Moggill FC
- Full name: Moggill Football Club
- Founded: 1974
- Ground: Bellbowrie Sports Club, Bellbowrie
- League: Capital League 1
- 2016: 9th
- Website: https://www.moggillfc.org.au/

= Moggill FC =

Moggill FC is an Australian football (soccer) club from Bellbowrie, a suburb of Brisbane. The club was formed in 1974, and currently competes in WFQPL3 & FQPL4.

==History==
Moggill United Soccer Club was formed by Robbie Roosen in 1974 and experienced early success in its junior ranks, with its inaugural Under 7 team becoming Brisbane champions.

The club commenced fielding teams at a senior level in the 1978 season, with their first grade squad entering competition in Brisbane's Division Five. The club's first grade team won three grand finals between 1985 and 1996. Since promotion to the third tier of Brisbane competition in 1996, the club has been a consistent performer and has not been relegated since.

The club changed its name to Moggill Football Club in 2006. In 2010 the club achieved promotion to the second tier of Brisbane football (fourth tier nationally) where it has remained since, and has finished mid-table in its recent seasons in Capital League 1.

Moggill FC had an impressive cup run in 2016, winning several ties on its way to the Sixth Round of the 2016 FFA Cup preliminary rounds, including a huge upset 4–1 away victory against NPL Queensland club Olympic FC, before bowing out 7–0 to BPL club Lions FC.

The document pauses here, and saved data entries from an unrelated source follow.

@pytest.mark.parametrize("tamper", ["not-the-next-revision", "journal-line-cut", "a-link"])
def test_a_staged_file_that_does_not_match_the_journal_is_removed_not_renamed(
        tamper: str, dataset: Dataset, species_record, monkeypatch: pytest.MonkeyPatch, tmp_path: Path) -> None:
    dataset.save("species", species_record(), expected_revision=None)
    path = dataset.root / "species" / "water-l.json"
    before = path.read_bytes()
    _kill_before_rename(dataset, monkeypatch, species_record(name="staged", revision=2))
    staged = dataset.root / "species" / ".water-l.json.tmp-pending"
    journal = dataset.root / "journal.jsonl"
    if tamper == "not-the-next-revision":
        staged.write_bytes(jsonio.dumps(species_record(name="staged", revision=3)))
    elif tamper == "journal-line-cut":  # killed inside the append: the line is torn, not an entry
        raw = journal.read_bytes()
        journal.write_bytes(raw[: len(raw) - 20])
    else:  # a link planted under the staged name must never be followed or moved into place
        outside = tmp_path / "outside.json"
        outside.write_bytes(jsonio.dumps(species_record(name="staged", revision=2)))
        staged.unlink()
        staged.symlink_to(outside)
    Dataset(dataset.root)
    assert not staged.exists() and not staged.is_symlink()
    assert path.read_bytes() == before
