/// Choices for every stage of a structure, chained through ideal outputs.
fn all_choices(
    ctx: &Ctx<'_>,
    g: &Group,
    st: &Structure,
    cache: &mut ChoiceCache,
) -> Option<Vec<Vec<Choice>>> {
    let n = g.shapes.len();
    let mut prev = ctx.signal;
    let mut out = Vec::new();
    for i in 0..n {
        // The divider grade matters only to a stage with a divider.
        let dgrade = if g.plan(i).is_some() {
            st.grades[n]
        } else {
            usize::MAX
        };
        let key = (st.group, i, st.grades[i], dgrade);
        let ch = cache
            .entry(key)
            .or_insert_with(|| {
                ctx.choices(
                    g,
                    i,
                    &ctx.grades[st.grades[i]],
                    &ctx.grades[st.grades[n]],
                    prev,
                )
            })
            .clone();
        if ch.is_empty() {
            return None;
        }
        for p in prev.iter_mut() {
            *p = g.gains[i] * *p + g.offsets[i];
        }
        out.push(ch);
    }
    Some(out)
}

/// Whether a built design uses no part more often than the stock holds.
fn within_stock(stock: &Stock, built: &Built) -> bool {
    let mut used: BTreeMap<&str, u32> = BTreeMap::new();
    for r in &built.resistors {
        *used.entry(r.part.part_id.as_str()).or_default() += 1;
    }
    for p in &built.packages {
        *used.entry(p.part_id.as_str()).or_default() += 1;
    }
    for s in &built.sources {
        if let Source::Reference(id) = &s.source {
            *used.entry(id.as_str()).or_default() += 1;
        }
    }
    used.iter().all(|(id, &n)| {
        let qty = stock
            .resistor(id)
            .map(|p| p.stock_qty)
            .or_else(|| stock.opamp(id).map(|p| p.stock_qty))
            .or_else(|| stock.inamp(id).map(|p| p.stock_qty))
            .or_else(|| stock.reference(id).map(|p| p.stock_qty))
            .flatten();
        qty.is_none_or(|q| n <= q)
    })
}
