/// The writer behind [`design_file_json`];
/// `by_id(r)` says a resistor may be written as its bare part id.
fn write_design_file(
    design: &Design,
    by_id: &dyn Fn(&Resistor) -> bool,
    capacitor_by_id: &dyn Fn(&CapacitorPart) -> bool,
) -> serde_json::Value {
    use serde_json::json;
    let res = |r: &Resistor| {
        if let Some(n) = &r.network {
            let mut o = json!({"network": n.part_id, "element": n.element});
            if n.package != 1 {
                o["package"] = json!(n.package);
            }
            o
        } else if r.part_id == "custom" {
            json!({"ohms": r.ohms, "tolerance_pct": r.tolerance_pct, "tcr_ppm_per_c": r.tcr_ppm_per_c, "unit_cost": r.unit_cost})
        } else if by_id(r) {
            json!(r.part_id)
        } else {
            json!({"part_id": r.part_id, "ohms": r.ohms, "tolerance_pct": r.tolerance_pct, "tcr_ppm_per_c": r.tcr_ppm_per_c, "unit_cost": r.unit_cost})
        }
    };
    let src = |s: &Source| match s {
        Source::Supply => json!("supply"),
        Source::Reference(id) => json!(id),
    };
    let inj = |i: &Injection| match i {
        Injection::Ground => json!({"kind": "ground"}),
        Injection::Direct { source } => json!({"kind": "direct", "source": src(source)}),
        Injection::Divider {
            source,
            top,
            bottom,
            buffered,
        } => {
            json!({"kind": "divider", "source": src(source), "top": res(top), "bottom": res(bottom), "buffered": buffered})
        }
    };
    json!({
        "format": "spanfit-design-1",
        "stages": design.stages.iter().map(|s| {
            let mut o = json!({
                "shape": s.shape.name(),
                "amplifier": s.amplifier,
                "resistors": s.resistors.iter().map(|(k, r)| (k.name().to_string(), res(r))).collect::<serde_json::Map<_, _>>(),
                "offset": inj(&s.offset),
            });
            if s.bias != Injection::Ground {
                o["bias"] = inj(&s.bias);
            }
            if let Some(b) = &s.buffer {
                o["buffer"] = json!(b);
            }
            if let Some(c) = &s.feedback_capacitor {
                o["feedback_capacitor"] = if capacitor_by_id(c) {
                    json!(c.part_id)
                } else {
                    capacitor_entry(c)
                };
            }
            o
        }).collect::<Vec<_>>()
    })
}
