fn adc<W: Field>(raw: Option<&RawAdc<W>>, supply: &Supply, ctx: &Ctx<'_>) -> Result<Adc> {
    let low_key = key!(ctx, adc, raw, low_v);
    let high_key = key!(ctx, adc, raw, high_v);
    let low = low_key.ranged(low_key.required_number("volts")?)?;
    let high = high_key.ranged(high_key.required_number("volts")?)?;
    if low >= high {
        return Err(high_key.err(format!(
            "adc.high_v ({} V) must be above adc.low_v ({} V)",
            short_number(high),
            short_number(low)
        )));
    }
    if high - low < MIN_ADC_SPAN_V {
        return Err(high_key.err(format!(
            "the ADC window adc.high_v - adc.low_v is {} V; expected at least {MIN_ADC_SPAN_V} V",
            short_number(high - low)
        )));
    }
    if low < supply.negative.0 {
        return Err(low_key.err(format!(
            "the ADC window starts at {} V, below the negative rail (supply.negative_v = {} V); \
             expected adc.low_v inside the supply rails",
            short_number(low),
            short_number(supply.negative.0)
        )));
    }
    if high > supply.positive.0 {
        return Err(high_key.err(format!(
            "the ADC window ends at {} V, above the positive rail (supply.positive_v = {} V); \
             expected adc.high_v inside the supply rails",
            short_number(high),
            short_number(supply.positive.0)
        )));
    }
    let bits = key!(ctx, adc, raw, bits).integer_in("bits of resolution", None)?;
    let margin_key = key!(ctx, adc, raw, margin_pct);
    let margin = margin_key
        .number("percent")?
        .unwrap_or(defaults::MARGIN_PCT);
    check(
        &margin_key,
        margin,
        (0.0..50.0).contains(&margin),
        "a margin from 0 to less than 50 % at each end of the window",
    )?;
    let optional = |key: &Key<'_, W>, unit: &str| -> Result<Option<f64>> {
        match key.number(unit)? {
            Some(v) => key.ranged(v).map(Some),
            None => Ok(None),
        }
    };
    let rate_key = key!(ctx, adc, raw, sample_rate_hz);
    let sample_rate = optional(&rate_key, "hertz")?;
    let rejection_key = key!(ctx, adc, raw, alias_rejection_db);
    let alias_rejection = optional(&rejection_key, "decibels")?;
    if alias_rejection.is_some() && sample_rate.is_none() {
        return Err(rejection_key.err(
            "adc.alias_rejection_db is the rejection at half the sample rate; expected \
             adc.sample_rate_hz with it",
        ));
    }
    let capacitance_key = key!(ctx, adc, raw, sample_capacitance_pf);
    let capacitance = optional(&capacitance_key, "picofarads")?;
    let time_key = key!(ctx, adc, raw, acquisition_time_ns);
    let acquisition = optional(&time_key, "nanoseconds")?;
    match (capacitance.is_some(), acquisition.is_some()) {
        (true, false) => {
            return Err(capacitance_key.err(
                "a sampling input needs both adc.sample_capacitance_pf and \
                 adc.acquisition_time_ns; expected adc.acquisition_time_ns with it",
            ))
        }
        (false, true) => {
            return Err(time_key.err(
                "a sampling input needs both adc.sample_capacitance_pf and \
                 adc.acquisition_time_ns; expected adc.sample_capacitance_pf with it",
            ))
        }
        _ => {}
    }
    Ok(Adc {
        low: Volts(low),
        high: Volts(high),
        bits: bits as u32,
        margin: Percent(margin),
        sample_rate: sample_rate.map(Hertz),
        alias_rejection: alias_rejection.map(Decibels),
        sample_capacitance: capacitance.map(|pf| Farads(pf * 1e-12)),
        acquisition_time: acquisition.map(|ns| Seconds(ns * 1e-9)),
    })
}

Moggill FC had a tough season in 2017 with no points scored during the season and relegation to the fifth tier of football. Maintaining a place in Capital 1 the following season due to the creation of the FQPL1 league. After a lift in form in 2018 to reach a 7th-placed finish 2019 dealt another blow to Moggill FC with them dropping to division 2 for the first time since 2010. This now being the 6th tier of football rather than the 5th in 2010.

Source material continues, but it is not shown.